GO.ID	Term	Annotated	Significant	Expected	Fisher
GO:0000381	regulation of alternative mRNA splicing, via spliceosome	41	9	1.85	6.9e-05
GO:0006338	chromatin remodeling	918	66	41.41	0.00028
GO:0035176	social behavior	22	6	0.99	0.00033
GO:2000650	negative regulation of sodium ion transmembrane transporter ...	4	3	0.18	0.00035
GO:0051660	establishment of centrosome localization	9	4	0.41	0.00043
GO:0006895	Golgi to endosome transport	17	5	0.77	0.00072
GO:0045053	protein retention in Golgi apparatus	5	3	0.23	0.00085
GO:0032534	regulation of microvillus assembly	5	3	0.23	0.00085
GO:0030036	actin cytoskeleton organization	482	43	21.74	0.00093
GO:0044331	cell-cell adhesion mediated by cadherin	27	6	1.22	0.00107
GO:0009653	anatomical structure morphogenesis	1541	107	69.52	0.00111
GO:0045944	positive regulation of transcription by RNA polymerase II	825	56	37.22	0.00118
GO:1902275	regulation of chromatin organization	20	5	0.90	0.00161
GO:0042060	wound healing	261	23	11.77	0.00162
GO:0007043	cell-cell junction assembly	91	15	4.11	0.00172
GO:0090257	regulation of muscle system process	128	14	5.77	0.00184
GO:0031175	neuron projection development	591	44	26.66	0.00185
GO:0070830	bicellular tight junction assembly	40	7	1.80	0.00185
GO:0048669	collateral sprouting in absence of injury	2	2	0.09	0.00203
GO:0051674	localization of cell	2	2	0.09	0.00203

Annotated: number of genes (out of all.genes) that are annotated with that GO term
Significant: number of genes that are annotated with that GO term and meet our criteria for “expressed”
Expected: Under random chance, number of genes that would be expected to be annotated with that GO term and meeting our criteria for “expressed”
Fisher: (Raw) p-value from Fisher’s Exact Test

Organisms other than human

Many organisms have a database equivalent to org.Hs.eg.db on Bioconductor.

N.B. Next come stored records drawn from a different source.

package planarize

import (
	"math"
	"math/rand/v2"
	"slices"
	"testing"

	"github.com/gridwood/gridwood/internal/disjoint"
	"github.com/gridwood/gridwood/internal/graphgen"
)

// skeletonAgrees checks skeleton.planarWith against the whole left-right
// test of the kept graph plus each candidate, and returns how many
// candidates kept it planar.
func skeletonAgrees(t *testing.T, name string, n int, edges [][2]int32, kept, cands []int32) int {
	t.Helper()
	s := newSkeleton(n, edges)
	if !s.build(kept, math.MaxInt) {
		t.Fatalf("%s: no skeleton made", name)
	}
	planar := 0
	with := make([][2]int32, 0, len(kept)+1)
	for _, k := range kept {
		with = append(with, edges[k])
	}
	for _, c := range cands {
		want := IsPlanar(n, append(with, edges[c]))
		if got := s.planarWith(c); got != want {
			t.Fatalf("%s: kept %d edges plus %v: skeleton says planar=%v, the whole test %v", name, len(kept), edges[c], got, want)
		}
		if want {
			planar++
		}
	}
	return planar
}

// TestSkeletonSmallGraphs checks the skeleton on every labelled planar
// graph on 6 vertices (the planar ones of AllSimpleGraphs, 32,071 of them
// by OEIS A066537) with every missing edge as the candidate: trees,
// cycles, theta graphs, several components, chains split once or twice,
// all of them.
func TestSkeletonSmallGraphs(t *testing.T) {
	const n = 6
	var all [][2]int32
	for u := range int32(n) {
		for v := u + 1; v < n; v++ {
			all = append(all, [2]int32{u, v})
		}
	}
	graphs, checks, planar := 0, 0, 0
	graphgen.AllSimpleGraphs(n, func(edges [][2]int32) {
		if !IsPlanar(n, edges) {
			return
		}
		graphs++
		var kept, cands []int32
		for i, e := range all {
			if slices.Contains(edges, e) {
				kept = append(kept, int32(i))
			} else {
				cands = append(cands, int32(i))
			}
		}
		checks += len(cands)
		planar += skeletonAgrees(t, "6 vertices", n, all, kept, cands)
	})
	if graphs != 32071 {
		t.Fatalf("%d planar graphs on 6 vertices, want 32071 (OEIS A066537)", graphs)
	}
	if planar == 0 || planar == checks {
		t.Fatalf("%d of %d candidates planar: the check saw only one answer", planar, checks)
	}
	t.Logf("%d graphs, %d candidates, %d planar", graphs, checks, planar)
}

// TestSkeletonSparseGraphs checks the skeleton on the kind of kept graph
// it is for: a spanning tree of a random triangulation plus a share of
// its other edges (from none, a tree, to all, a triangulation), on its own
// and beside other components, with random pairs as candidates and pairs
// near each other (in one pendant tree, on one chain) that random pairs
// seldom give.
func TestSkeletonSparseGraphs(t *testing.T) {
	for _, n := range []int{8, 30, 200, 1000} {
		for _, share := range []float64{0, 0.02, 0.1, 0.3, 1} {
			for seed := range uint64(3) {
				tri := graphgen.RandomTriangulation(n, seed+1)
				rng := rand.New(rand.NewPCG(seed, uint64(n)))
				g := graphgen.DisjointUnion(tri, graphgen.RandomTree(n/4+2, seed), graphgen.Cycle(5))
				edges, _ := Simplify(g.N, g.Edges)
				// A spanning forest by union-find, then the share of the rest.
				sets := disjoint.New(g.N)
				var kept []int32
				for _, i := range rng.Perm(len(edges)) {
					u, v := edges[i][0], edges[i][1]
					if sets.Find(u) != sets.Find(v) || rng.Float64() < share {
						sets.Union(u, v)
						kept = append(kept, int32(i))
					}
				}
				// Candidates: pairs not kept, random ones and near ones.
				present := map[[2]int32]bool{}
				for _, e := range edges {
					present[[2]int32{min(e[0], e[1]), max(e[0], e[1])}] = true
				}
				all := slices.Clone(edges)
				var cands []int32
				add := func(u, v int32) {
					if u == v || present[[2]int32{min(u, v), max(u, v)}] {
						return
					}
					present[[2]int32{min(u, v), max(u, v)}] = true
					cands = append(cands, int32(len(all)))
					all = append(all, [2]int32{u, v})
				}
				for range 150 {
					add(int32(rng.IntN(g.N)), int32(rng.IntN(g.N)))
				}
				for range 150 { // two steps apart along kept edges
					k := kept[rng.IntN(len(kept))]
					u, w := edges[k][0], edges[k][1]
					for _, k2 := range kept {
						if e := edges[k2]; e[0] == w && e[1] != u {
							add(u, e[1])
							break
						} else if e[1] == w && e[0] != u {
							add(u, e[0])
							break
						}
					}
				}
				skeletonAgrees(t, tri.Name, g.N, all, kept, cands)
			}
		}
	}
}

// TestSkeletonKeepsResults checks that testing single candidates on the
// skeleton changes no result of MaximalPlanar: the same edges removed,
// the same bounds, on graphs where it is used and where it is not.
func TestSkeletonKeepsResults(t *testing.T) {
	graphs := []graphgen.Graph{
		graphgen.RandomGnm(600, 1800, 1),
		graphgen.RandomGnm(1500, 4000, 2),
		graphgen.PlanarPlusExtra(1500, 300, 3),
		graphgen.WithStrays(graphgen.Grid(30, 30), 60, 4),
		graphgen.Complete(30),
	}
	results := func() []*Subgraph {
		var out []*Subgraph
		for _, g := range graphs {
			out = append(out, MaximalPlanar(g.N, g.Edges, SubgraphOptions{}))
		}
		return out
	}
	saved := skeletonSize
	defer func() { skeletonSize = saved }()
	skeletonSize = 50
	with := results()
	skeletonSize = 1 << 30
	without := results()
	for i, g := range graphs {
		a, b := with[i], without[i]
		if !slices.Equal(a.Removed, b.Removed) || a.LowerBound != b.LowerBound || a.Optimal != b.Optimal {
			t.Errorf("%s: %d removed with the skeleton, %d without", g.Name, len(a.Removed), len(b.Removed))
		}
		if err := checkSubgraph(g.N, g.Edges, a, -1); err != nil {
			t.Errorf("%s: %v", g.Name, err)
		}
	}
}

// TestSkeletonSize checks build's size limit, as the search sets it (the
// kept graph's vertices plus edges): a triangulation has no vertex of
// degree below 3, so its skeleton is itself and is refused; a spanning
// tree plus a few edges has a small one.
func TestSkeletonSize(t *testing.T) {
	g := graphgen.RandomTriangulation(2000, 5)
	edges, _ := Simplify(g.N, g.Edges)
	s := newSkeleton(g.N, edges)
	if s.build(identity(len(edges)), g.N+len(edges)) {
		t.Errorf("%s: a skeleton of %d branch vertices and %d edges was made for the whole triangulation", g.Name, s.branches, len(s.base))
	}
	tree := graphgen.RandomTree(2000, 5)
	sparse := append(slices.Clone(tree.Edges), [][2]int32{{0, 1000}, {5, 1500}, {17, 1999}, {3, 700}}...)
	sparse, _ = Simplify(tree.N, sparse)
	s = newSkeleton(tree.N, sparse)
	if !s.build(identity(len(sparse)), tree.N+len(sparse)) {
		t.Fatalf("no skeleton for a tree plus 4 edges")
	}
	// A connected graph with c independent cycles (here c <= 4) keeps c
	// in its skeleton, E - B = c - 1, and every branch vertex has degree
	// 3 or more, 2E >= 3B: so B <= 2(c-1) = 6 and E <= 3(c-1) = 9 (common
	// practice, from the handshake lemma).
	if s.branches > 6 || len(s.base) > 9 {
		t.Errorf("tree plus 4 edges: %d branch vertices, %d edges", s.branches, len(s.base))
	}
}

// FuzzSkeleton checks the skeleton on fuzzed graphs: the bytes give up to
// 16 vertices and pairs of them; the kept graph takes each pair in turn
// that keeps it planar (the greedy search's kind of kept graph), and every
// other pair of vertices is a candidate, checked against the whole test.
func FuzzSkeleton(f *testing.F) {
	f.Add([]byte{6, 0, 1, 1, 2, 2, 0, 3, 4, 4, 5, 5, 3, 0, 3})
	f.Add([]byte{10, 0, 1, 1, 2, 2, 3, 3, 4, 4, 5, 5, 6, 6, 7, 7, 8, 8, 9, 9, 0, 0, 5, 2, 7})
	f.Add([]byte{7, 0, 1, 0, 2, 0, 3, 1, 2, 1, 3, 2, 3, 4, 5, 5, 6})
	f.Add([]byte{16})
	f.Fuzz(func(t *testing.T, data []byte) {
		if len(data) == 0 {
			return
		}
		n := 2 + int(data[0])%15
		var all [][2]int32
		seen := map[[2]int32]bool{}
		pair := func(u, v int32) {
			k := [2]int32{min(u, v), max(u, v)}
			if u != v && !seen[k] {
				seen[k] = true
				all = append(all, k)
			}
		}
		for i := 1; i+1 < len(data); i += 2 {
			pair(int32(data[i])%int32(n), int32(data[i+1])%int32(n))
		}
		var kept, cands []int32
		var with [][2]int32
		for i, e := range all {
			if IsPlanar(n, append(with, e)) {
				with = append(with, e)
				kept = append(kept, int32(i))
			} else {
				cands = append(cands, int32(i))
			}
		}
		for u := range int32(n) {
			for v := u + 1; v < int32(n); v++ {
				if !seen[[2]int32{u, v}] {
					pair(u, v)
					cands = append(cands, int32(len(all)-1))
				}
			}
		}
		skeletonAgrees(t, "fuzzed", n, all, kept, cands)
	})
}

If not, and your organism is on NCBI it’s straightforward to create your own using the AnnotationForge R package and the function makeOrgPackageFromNCBI

2. Model-based DE analysis in limma

limma is an R package for differential expression analysis of bulk RNASeq and microarray data. We apply it here to single cell data.

Limma can be used to fit any linear model to expression data and is useful for analyses that go beyond two-group comparisons. A detailed tutorial of model specification in limma is available here and in the limma User’s Guide.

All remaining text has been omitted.